## EXERCISE GOAL
For the material below, return exactly the lines starting at the line containing "g := opt.Grid" and ending at the line containing "for i, s := range", both ends included, and no others.

*** Opening of DATA UNDER STUDY ***

// PigmentFit is the result of FitPigments: the model and the standard
// uncertainties of its unit K and S.
type PigmentFit struct {
	Model *Pigments
	// UK and US hold, per colorant name and band, the standard
	// uncertainty of K and S estimated from the fit's residuals (same
	// units as K and S). A value is NaN where it cannot be estimated: a
	// value held at 0 by the non-negativity constraint, or no more
	// equations than unknowns at that band. The white's S is fixed at 1
	// (the scale) and has uncertainty 0.
	UK, US map[string][]float64
}

// ErrLadder reports calibration data that cannot determine the model: a
// colorant with a single mix, no white, an unpaired drawdown.
var ErrLadder = errors.New("calibration data cannot determine the model")

// film is one film's K/S per band, from one opaque sample or a pair of
// drawdowns over black and white.
type film struct {
	colorant int     // index into the colorant list (white = 0)
	fraction float64 // mass fraction of the colorant
	q        []float64
	dqdr     []float64 // |dRm/dq| per band, the weight of the linearised equation
	members  []int     // sample indices
	sx       []float64 // S·X per band for drawdown pairs (nil for opaque)
}

// FitPigments calibrates a two-constant Kubelka–Munk model from masstone
// and tint ladders. The white's scattering is the unit (S_white = 1 at
// every wavelength); the white's K comes from its own film, and each
// chromatic colorant's unit K and S from its mixes with the white. At each
// wavelength the equations
//
//	c·K_j + (1 − c)·K_white − q·(c·S_j + (1 − c)) = 0,
//
// one per film of colorant j at mass fraction c with measured K/S q, are
// solved together for all colorants by non-negative least squares (NNLS),
// each row weighted by |dRm/dq| / S_mix so that the residuals are in units
// of measured reflectance; the weights are refined twice with the new
// S_mix. Films drawn over black and white backings give their R∞ by
// Kubelka's formulas (FilmFromBackings).
//
// The fit report compares every sample's measured reflectance with the
// model's prediction (for a drawdown over a backing, at the film thickness
// that fits the pair best). Warnings flag short or narrow ladders and
// clamped reflectances. Errors wrap ErrLadder (a ladder of a single point,
// no white, a drawdown without its partner or a bare card) or name the
// sample whose data are invalid.
func FitPigments(samples []LadderSample, opt FitOptions) (*PigmentFit, error) {
	if err := opt.Surface.Validate(); err != nil {
		return nil, err
	}
	if len(samples) == 0 {
		return nil, fmt.Errorf("%w: no samples", ErrLadder)
	}
	obs := opt.Observer
	if obs == nil {
		obs = cie.CIE1931()
	}
	ill := opt.Illuminant
	if ill.Spectrum.IsZero() {
		ill = colorimetry.NamedIlluminant{Name: "D65", Spectrum: cie.D65()}
	}
	for _, s := range samples {
		if s.Reflectance.IsZero() {
			return nil, fmt.Errorf("%s: no reflectance", s.where())
		}
		if err := s.Reflectance.CheckFraction(0.01); err != nil {
			return nil, fmt.Errorf("%s: %w", s.where(), err)
		}
	}
	white, err := pickWhite(samples, opt.White)
	if err != nil {
		return nil, err
	}
	// Colorant list: the white first, the others in order of appearance.
	names := []string{white}
	idx := map[string]int{strings.ToLower(white): 0}
	for _, s := range samples {
		if s.Colorant == "" {
			continue
		}
		if _, ok := idx[strings.ToLower(s.Colorant)]; !ok {
			idx[strings.ToLower(s.Colorant)] = len(names)
			names = append(names, s.Colorant)
		}
	}
	if len(names) < 2 {
		return nil, fmt.Errorf("%w: only the white %q was measured; a model needs at least one other colorant", ErrLadder, white)
	}
	g := opt.Grid
	if !g.Valid() {
		for _, s := range samples {
			if s.Colorant != "" {
				g = s.Reflectance.Grid()
				break
			}
		}
	}
	p := &Pigments{Grid: g, White: white, Surface: opt.Surface, Illuminant: ill.Name, Observer: obs.Name()}
	var warns []string
	// Measured values on the model grid.
	meas := make([][]float64, len(samples))
	for i, s := range samples {
		v, w, err := p.onGrid(s.Reflectance, s.where())
		if err != nil {
			return nil, err
		}
		meas[i] = v
		warns = append(warns, w...)
	}
	films, cd, fw, err := buildFilms(p, samples, meas, idx)
	if err != nil {
		return nil, err
	}
	warns = append(warns, fw...)
	lw, err := checkLadders(samples, films, names)
	if err != nil {
		return nil, err
	}
	warns = append(warns, lw...)

	m := len(names) - 1
	n := g.N
	res := &PigmentFit{UK: map[string][]float64{}, US: map[string][]float64{}}
	ks := make([][]float64, len(names))
	ss := make([][]float64, len(names))
	for j := range names {
		ks[j] = make([]float64, n)
		ss[j] = make([]float64, n)
		res.UK[names[j]] = make([]float64, n)
		res.US[names[j]] = make([]float64, n)
	}
	var training []*film
	for i := range films {
		if !samples[films[i].members[0]].HeldOut {
			training = append(training, &films[i])
		}
	}
	for l := range n {
		theta, se, err := fitBand(training, m, l)
		if err != nil {
			return nil, fmt.Errorf("at %g nm: %w", g.Wavelength(l), err)
		}
		ks[0][l], ss[0][l] = theta[0], 1
		res.UK[names[0]][l], res.US[names[0]][l] = se[0], 0
		for j := 1; j <= m; j++ {
			ks[j][l], ss[j][l] = theta[2*j-1], theta[2*j]
			res.UK[names[j]][l], res.US[names[j]][l] = se[2*j-1], se[2*j]
		}
	}
	for j := range names {
		p.Colorants = append(p.Colorants, Colorant{Name: names[j], K: ks[j], S: ss[j]})
	}
	for j := 1; j <= m; j++ {
		zero := true
		for l := range n {
			if ss[j][l] > 0 {
				zero = false
				break
			}
		}
		if zero {
			warns = append(warns, fmt.Sprintf("colorant %q: the fit gives no scattering at any wavelength (a pure absorber); check its ladder", names[j]))
		}
	}
	if err := p.Validate(); err != nil {
		return nil, err
	}
	rep, err := fitReport(p, samples, meas, films, cd, obs, ill)
	if err != nil {
		return nil, err
	}
	rep.Warnings = append(rep.Warnings, warns...)
	p.Fit = &rep
	res.Model = p
	return res, nil
}
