// brighten returns the brightest mix on the segment from w to the
// brightest recipe of the plain solve whose goal quantity is within the
// goal's tolerance of w's (every mix on the segment reaches the target,
// the set being convex; under a tolerance region each is checked).
func (q *lightQuality) brighten(sp *searchSpace, g LightGoal, w []float64, plain [][]float64) []float64 {
	f := q.objective(sp, g)
	v0, ok := f(w)
	if !ok {
		return w
	}
	lum := func(x []float64) float64 {
		var y float64
		for i, o := range x {
			y += o * q.p.b.ch[i].Y
		}
		return y
	}
	// The bright end: the same mix scaled to full drive, corrected back
	// onto the target; failing that, the brightest plain recipe.
	var bright []float64
	if sp.region == nil {
		bright = q.scaled(w)
	} else if xy, err := q.p.b.mixXYZ(w, q.p.add).XY(); err == nil {
		bright = q.scaledTo(w, xy)
	}
	if bright == nil {
		for _, x := range plain {
			if bright == nil || lum(x) > lum(bright) {
				bright = x
			}
		}
	}
	if bright == nil || lum(bright) <= lum(w) {
		return w
	}
	level := v0 - g.tolerance()
	at := func(s float64) []float64 {
		x := make([]float64, len(w))
		for i := range x {
			x[i] = (1-s)*w[i] + s*bright[i]
		}
		return x
	}
	okAt := func(s float64) bool { v, ok := f(at(s)); return ok && v >= level }
	// Scan down from the bright end, then bisect between the first step
	// that meets the level and the one above it.
	const steps = 16
	for k := steps; k > 0; k-- {
		s := float64(k) / steps
		if !okAt(s) {
			continue
		}
		if k == steps {
			return at(1)
		}
		lo, hi := s, float64(k+1)/steps
		for range 30 {
			mid := (lo + hi) / 2
			if okAt(mid) {
				lo = mid
			} else {
				hi = mid
			}
		}
		return at(lo)
	}
	return w
}

// searched reports whether the goal needs a search: Ra, R9 and Rf are not
// ratios of linear forms, so their optimum need not be a vertex.
func (g LightGoal) searched() bool {
	return g == GoalMaxRa || g == GoalMaxRf || g == GoalMaxR9
}

// signed returns the goal's quantity signed so that larger is better.
func (q *lightQuality) signed(g LightGoal) func(w []float64) (float64, bool) {
	sign := 1.0
	if g == GoalMinMelanopic {
		sign = -1
	}
	return func(w []float64) (float64, bool) {
		v, ok := q.value(g, w)
		return sign * v, ok
	}
}

// maximise returns the best point of f over the search space (nil when f
// is defined nowhere): the best vertex and, when search is true, the best
// point that Nelder–Mead searches find from the best starts of the
// vertices, the centre and the mixes in extra (at any level). Under a
// tolerance the vertices include the best of those on the edge of the
// region (see edgeCandidates).
func (q *lightQuality) maximise(sp *searchSpace, f func(w []float64) (float64, bool), extra [][]float64, search bool, starts int) []float64 {
	type cand struct {
		w []float64
		v float64
	}
	var cands []cand
	offer := func(w []float64) {
		if w == nil {
			return
		}
		if v, ok := f(w); ok {
			cands = append(cands, cand{append([]float64(nil), w...), v})
		}
	}
	for _, v := range sp.vertices {
		offer(v)
	}
	offer(sp.centre)
	for _, w := range extra {
		offer(q.section(sp, w))
	}
	if sp.region != nil {
		// Under a tolerance the extreme points of the space also lie on
		// the edge of its region: the best vertices there.
		for _, w := range q.edgeCandidates(sp, f, !search) {
			offer(w)
		}
	}
	if len(cands) == 0 {
		return nil
	}
	sort.SliceStable(cands, func(i, j int) bool { return cands[i].v > cands[j].v })
	best := cands[0]
	if !search || len(sp.basis) == 0 {
		return best.w
	}
	// Penalty for points drawn back onto the polytope, in the objective's
	// units per unit of output: keeps the simplex near the polytope.
	const penalty = 10
	obj := func(z []float64) float64 {
		w, cut := sp.fromZ(z)
		v, ok := f(w)
		if !ok {
			return math.Inf(-1)
		}
		return v - penalty*cut
	}
	for k, c := range cands {
		if k == starts {
			break
		}
		z, _ := nelderMead(obj, sp.toZ(c.w), 0.05, 60*(len(sp.basis)+1))
		// The point drawn onto the polytope is a mix that reaches the
		// target, whatever the penalty.
		w, _ := sp.fromZ(z)
		if v, ok := f(w); ok && v > best.v {
			best = cand{w, v}
		}
	}
	return best.w
}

*** Close of DATA UNDER STUDY ***

## EXERCISE RESPONSE
	g := opt.Grid
	if !g.Valid() {
		for _, s := range samples {
			if s.Colorant != "" {
				g = s.Reflectance.Grid()
				break
			}
		}
	}
	p := &Pigments{Grid: g, White: white, Surface: opt.Surface, Illuminant: ill.Name, Observer: obs.Name()}
	var warns []string
	// Measured values on the model grid.
	meas := make([][]float64, len(samples))
	for i, s := range samples {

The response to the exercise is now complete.